Key protein helps bacteria that causes Legionnaires’ disease to set up house in host cells

An article by ‘’ reports research into a protein that can help host harmful bacteria in cells. The article reports as follows:

Scientists at UT Southwestern have discovered a key protein that helps the bacteria that causes Legionnaires’ disease to set up house in the cells of humans and other hosts. The findings, published in Science, could offer insights into how other bacteria are able to survive inside cells, knowledge that could lead to new treatments for a wide variety of infections.

“Many infectious bacteria, from listeria to chlamydia to salmonella, use systems that allow them to dwell within their host’s cells. Better understanding the tools they use to make this happen is teaching us some interesting biochemistry and could eventually lead to new targets for therapy.”

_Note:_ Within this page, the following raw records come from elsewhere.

import type { Table } from 'mdast'
import type { Audit, Reproduction } from '../../audit/audit.ts'
import { groupThousands } from '../../quantity/format-number.ts'
import { formatYear } from '../../quantity/format-year.ts'
import { type Column, table } from '../nodes.ts'
import { bodiesOf } from '../wording/bodies.ts'

/** The date that each model of obliquity or precession gives, and where that leaves its author's stated range. */
export function reproductionTable(audit: Audit): Table[] {
  if (audit.reproduction.length === 0) return []
  const isMixed = new Set(audit.reproduction.map((row) => `${row.from} ${row.sightline}`)).size > 1
  const origin = isMixed ? '' : ` from the ${audit.reproduction[0]!.from},`
  const from: Column<Reproduction> = { head: 'From', cell: (row) => printOrigin(row, audit), width: 1.5 }
  return [
    table<Reproduction>(
      [
        `The date nearest the asserted one (${audit.asserted.printed}),${origin} by each model${ofWhat(audit)}.`,
      ],
      [
        ...(isMixed ? [from] : []),
        { head: modelHead(audit), cell: (row) => row.label, width: 1.2 },
        { head: 'Date', cell: ({ year }) => (year === null ? 'none' : formatYear(year)), width: 1 },
        {
          head: 'Against the asserted date',
          cell: (row) => printDifference(row.difference_years),
          width: 1.2,
        },
        {
          head: 'Against this audit’s model',
          cell: (row) => printDifference(row.model_error_years),
          width: 1.2,
        },
        { head: 'Range of the model', cell: printRange, width: 2.8 },
      ],
      audit.reproduction,
    ),
  ]
}

function ofWhat(audit: Audit): string {
  const { tilt, stars } = bodiesOf(audit)
  return [tilt ? ' of the Earth’s tilt' : '', stars ? ' of precession' : ''].filter(Boolean).join(' or')
}

function modelHead(audit: Audit): string {
  const { tilt, stars } = bodiesOf(audit)
  if (tilt && stars) return 'Model'
  return stars ? 'Precession after' : 'Obliquity after'
}

function printOrigin({ from, sightline }: Reproduction, { sightlines }: Audit): string {
  if (sightlines.length === 1) return from
  return from === 'sightline' ? sightline : `${sightline}, ${from}`
}

function printDifference(years: number | null): string {
  if (years === null) return '–'
  const whole = Math.round(Math.abs(years))
  if (whole === 0) return 'none'
  const count = `${groupThousands(String(whole))} ${whole === 1 ? 'year' : 'years'}`
  return `${count} ${years > 0 ? 'later' : 'earlier'}`
}

function printRange({ model_range, within_model_range, reason }: Reproduction): string {
  if (reason !== null) return `${model_range}; ${reason}`
  return within_model_range === false ? `${model_range}; the date lies outside` : model_range
}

Vincent Tagliabracci, Ph.D., study leader, assistant professor of molecular biology at UTSW and member of the Harold C. Simmons Comprehensive Cancer Centre.

Tagliabracci’s lab studies atypical kinases, unusual forms of enzymes that transfer chemical groups called phosphates onto proteins or lipids, changing their function. Research here and elsewhere has shown that Legionella, the genus of bacteria that cause Legionnaires’ disease, is a particularly rich source of these non-canonical kinases. According to the Centres for Disease Control and Prevention, nearly 10,000 cases of Legionnaires’ disease were reported in the U.S. in 2018, though the true incidence is believed to be higher.